We always zap the escape artists every time we have to fix fence. Usually I like to entice them with grain over the wire so they figure it out themselves, but I will resort to actually taking a top strand gate wire and touching their nose with it if I have to. Once they KNOW it's electric, they're usually pretty good about staying in, but they need a refresher course if it breaks and they manage to figure out it's not zapping anymore.

Make sure it's visible - we tie neon colored tape every foot on the wire itself the entire way around so the they have something to see and adjust their depth perception to - we've had horses go through wire fencing before because they simply can't see it, especially in a new place when they get running.


----------



## wyominggrandma (Nov 4, 2009)

We use the wide white tape and once our horses each touched it, they stay away from it. Even if its not on they give it a wide berth. We had mules behind us that were fence fighting, we put up the fence and turned it on, the mules were being pushy as usual and one touched the fence with his nose. I loved the look on his face as he was running backwards. No issues now, they all stay away from it.


----------



## smrobs (Jul 30, 2008)

Visibility is key. Anymore, I like the rope or tape types simply because they are very visible, even in the dark of night. I always just put mine up and then turn the horses out in it. They will figure it out for themselves. Pokey was our big fence tester and developed the habit of just walking through the fence whenver he felt like it. After I put up the electric, he tested it like twice and now will not touch it to save his life.


----------



## PaintHorseMares (Apr 19, 2008)

smrobs said:


> Visibility is key. Anymore, I like the rope or tape types simply because they are very visible, even in the dark of night.


I agree. I started out thinking that electric tape/rope wouldn't be as secure as wire, but have come to really prefer the electrobraid type rope. Just two strands keep everyone safe and secure.


----------



## PaintedFury (Aug 18, 2010)

I prefer the plain old electric fence wire, we tie landscape tape on it for the visibility. Make sure that you have a long grounding rod. We use a 6' grounding rod, and drive it to where only about 6" are left above the ground. Also, make sure the ground around the grounding rod stays moist. This will make sure the fence gets a better charge. As the ground dries out, the fence will deliver less of a zap to the horses. Also, make sure that your charger is for livestock, not the kind for dogs or smaller animals, those do not offer enough of a charge to keep large animals in them.


----------



## smrobs (Jul 30, 2008)

If you don't already have a charger, this is the one that I have and I have been very impressed with it so far. It is also one of the cheapest solar chargers I was able to find.
Fi-Shock 4-Volt Solar Shock Fencer - Horse.com


----------



## CharliGirl (Nov 16, 2009)

I too use the electrobraid fence--durable and visible. All my horses were already exposed to electric fences in their previous homes, but we still walked the perimeter of the fence before releasing them into the pasture for the first time. The height of the fence is a biggie. Our neighbors have one strand about 3 feet off the ground (within a perimeter fence), and that seems like a good height for their horses. My fence is 4-4.5 feet high with 3 strands (2 hot, 1 ground).

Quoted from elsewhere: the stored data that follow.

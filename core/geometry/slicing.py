"""Cross-sections of n-dimensional shapes by flats, and projections of 3-D sections to the screen.

A *flat* is an affine subspace of codimension c (0 <= c <= n - 1): a point p (n,), c orthonormal
normals U (c, n) and an orthonormal frame F (m, n), m = n - c, whose rows span the rest. A point x
of the flat has slice coordinates s = F (x - p). The common case is a hyperplane (c = 1): a 4-D
world cut across its hidden axis e_3 gives a 3-D slice; a 5-D world is cut across e_3 and e_4
(c = 2); c = 0 simply re-expresses a whole 3-D world in the camera's frame (the 3-D inset).

What a section is, per shape kind (all in slice coordinates, m-dimensional):

* Ball: a ball of radius sqrt(r^2 - d^2), d the distance of the centre from the flat.
* Box / ConvexPolytope: an m-polytope. Its vertices are the intersections of the c-faces of the
  polytope with the flat (c = 1: edges crossing the hyperplane, plus vertices lying on it), and its
  facets are the sections of the polytope's facets, so a section vertex belongs to a section facet
  exactly when its c-face lies in that facet (a static incidence table per shape). A section
  facet's outward normal is the polytope facet's normal projected into the flat, F M n_f.
* SimplexMesh (c <= 1): the section boundary, one face per cut cell (not necessarily convex).
* HalfSpace: a half-space of the slice, (F w) . s <= offset; :func:`halfspace_region` clips it to
  a box for drawing.
* Compound: piece by piece (each piece is sliced with its composed pose).

Drawing order of faces: for m = 2 each face is a segment oriented counter-clockwise around the
section and a convex section also has its whole outline in counter-clockwise order; for m = 3 each
face is a polygon ordered counter-clockwise seen from outside (around its outward normal); for
m >= 4 a face is an unordered vertex set.

Vectorisation and choices:

* Everything is batched over the bodies that share one shape: B poses in, (B, J, m) candidate
  points with a (B, J) validity mask out, where J is the shape's fixed candidate count. The only
  Python loops are over distinct shapes (and compound pieces). Fixed-size masked arrays beat ragged
  per-body lists: the ragged form needs a Python loop per body to build.
* Polygon vertices are ordered by a pseudo-angle (the "diamond angle", a monotone rational function
  of the angle) instead of arctan2, and only faces that the flat actually cuts are ordered.
* 4-D polytopes cut by a hyperplane through none of their vertices (the common case of a 4-D game)
  skip that sort: each facet's section polygon is looked up from a table indexed by the facet's
  vertex sign pattern (cyclic order from the facet's 2-faces, built once per combinatorial type),
  and its orientation, a constant of (shape, facet, pattern) up to the flat's handedness, is
  measured once and remembered. Measured on the 1,000-body bench (half boxes, half 24-cells, all
  cut; ``ndrigid.bench.slicing``, one core): 8.1-10.8 ms with the sort, 2.6-3.0 ms with the table.
  Alternatives measured and kept only in part: planar (one axis at a time) takes instead of 2-D
  fancy indexing, ~3x cheaper; interpolating only the crossing edges (~1/4 of them); in-place
  arithmetic, because a fresh ~1 MB temporary costs page faults on every call (before: ~3,500 minor
  faults and ~4 ms of 10.8 ms per call; now ~700, ~0.8 ms, measured with getrusage against a run
  with glibc's trim threshold raised).
* c = 1 uses signed vertex distances and edge interpolation (exact incidence, no duplicate points).
  c >= 2 solves a small c x c system per c-face and keeps the points inside every facet inequality;
  membership in section facets is then decided geometrically and coincident points (a flat through
  a lower face) are merged. That path costs B x J x F and is meant for the few bodies of a 5-D
  scene, not for thousands. SimplexMesh supports c <= 1 only.
* Degenerate cuts (the flat touching a vertex, an edge, or containing a facet) give sections of
  lower dimension: their points are still reported, faces that do not span (m - 1) dimensions are
  dropped.

Projection (3-D slice -> 2-D screen): a :class:`Camera` holds a view rotation, a target point and a
distance; :func:`project_points` gives screen coordinates (y up, units at the target's depth) and
depths, orthographic or perspective; :func:`facing_camera` is back-face removal and
:func:`paint_order` a painter's sort (far to near). :func:`face_soup` flattens a 3-D slice of a
whole world into one array of faces for those helpers. The core never imports a renderer.
"""

from __future__ import annotations

import math
import weakref
from dataclasses import dataclass, field
from functools import cached_property
from typing import TYPE_CHECKING, Any

import numpy as np
from numpy.typing import NDArray

from ..errors import InputError, InputTypeError, as_float_array, dimension, positive_scalar
from .shapes import Ball, Compound, ConvexPolytope, HalfSpace, Shape, SimplexMesh

if TYPE_CHECKING:
    from ..world.simulation import Simulation

Array = NDArray[np.float64]
IntArray = NDArray[np.intp]
BoolArray = NDArray[np.bool_]

__all__ = [
    "Camera",
    "Flat",
    "FaceSoup",
    "Section",
    "SectionBatch",
    "WorldSlice",
    "axis_flat",
    "default_frame",
    "face_soup",
    "facing_camera",
    "halfspace_region",
    "hyperplane",
    "orbit_view",
    "paint_order",
    "project_points",
    "slice_bodies",
    "slice_shape",
    "slice_world",
]

# Relative tolerance (times the shape's size) for "a vertex lies on the flat" and for "a point lies
# on a facet". Rounding of the pose arithmetic is ~1e-15 of the size; 1e-10 is far above it and far
# below any visible feature.
_TOL = 1e-10
_ORTHO_TOL = 1e-8  # accepted deviation of a user's flat from orthonormality


# ---------------------------------------------------------------------------------------------
# Flats
# ---------------------------------------------------------------------------------------------


@dataclass(frozen=True)
class Flat:
    """An affine flat of codimension c in R^n: ``U (x - p) = 0``; slice coordinates ``s = F (x - p)``.

    Attributes:
        point: (n,) float, a point of the flat (the origin of slice coordinates).
        normals: (c, n) float, orthonormal rows, the directions cut across.
        frame: (m, n) float, orthonormal rows orthogonal to the normals; m = n - c >= 1.
    """

    point: Array
    normals: Array
    frame: Array

    @property
    def dim(self) -> int:
        """Dimension n of the space."""
        return int(self.point.shape[0])

    @property
    def codim(self) -> int:
        """Number c of directions cut across."""
        return int(self.normals.shape[0])

    @property
    def slice_dim(self) -> int:
        """Dimension m = n - c of the slice."""
        return int(self.frame.shape[0])

    def to_world(self, s: Any) -> Array:
        """World points (..., n) of slice coordinates s (..., m)."""
        s = as_float_array("s", s, (self.slice_dim,))
        return self.point + s @ self.frame

    def to_slice(self, x: Any) -> Array:
        """Slice coordinates (..., m) of world points x (..., n) (the flat's orthogonal projection)."""
        x = as_float_array("x", x, (self.dim,))
        return (x - self.point) @ self.frame.T


def make_flat(point: Any, normals: Any, frame: Any) -> Flat:
    """Validated :class:`Flat` from a point (n,), normals (c, n) and a frame (n - c, n)."""
    p = np.asarray(point, dtype=np.float64)
    if p.ndim != 1 or p.shape[0] < 2:
        raise InputError(f"point: expected a point of shape (n,) with n >= 2, got shape {p.shape}")
    n = p.shape[0]
    p = as_float_array("point", p, (n,)).copy()
    U = np.asarray(normals, dtype=np.float64).reshape(-1, n) if np.size(normals) else np.zeros((0, n))
    U = as_float_array("normals", U, (n,))
    Fr = as_float_array("frame", np.asarray(frame, dtype=np.float64).reshape(-1, n) if np.size(frame)
                        else np.zeros((0, n)), (n,))
    c, m = U.shape[0], Fr.shape[0]
    if c + m != n or m < 1:
        raise InputError(f"normals, frame: expected c normals and m >= 1 frame rows with c + m = n = {n}, "
                         f"got {c} normals and {m} frame rows")
    basis = np.concatenate([U, Fr])
    err = float(np.max(np.abs(basis @ basis.T - np.eye(n))))
    if not err <= _ORTHO_TOL:
        raise InputError(f"normals, frame: expected orthonormal rows (normals and frame together an "
                         f"orthonormal "
                         f"basis), got a Gram matrix off the identity by {err:.3g}")
    p, U, Fr = p.copy(), U.copy(), Fr.copy()
    for a in (p, U, Fr):
        a.setflags(write=False)
    return Flat(point=p, normals=U, frame=Fr)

They generally respect the boundaries of the fence...except for Patches, of course. The little guy routinely tests it. Yesterday he decided to check if it was on (purposely--stretched out his neck and used his lips to play with it). 5000 volts went though him and he nearly went through me. Ouch. :-x I think I may turn off the fence when I am out there from now on!


----------



## Cowgirl140ty (Jan 7, 2010)

With my baby, when he first hit it... instead of running away from it... he ran throught it. Did it about 3 times and kept taking the fence down. And it was the white tape. SO I put a halter and lead on him... walked him to the fence and stepped away from him.... when he stuck his nose out and hit it... and went to go foward (through it), I pulled him back. And I did that with him till he went away from it not through it.


----------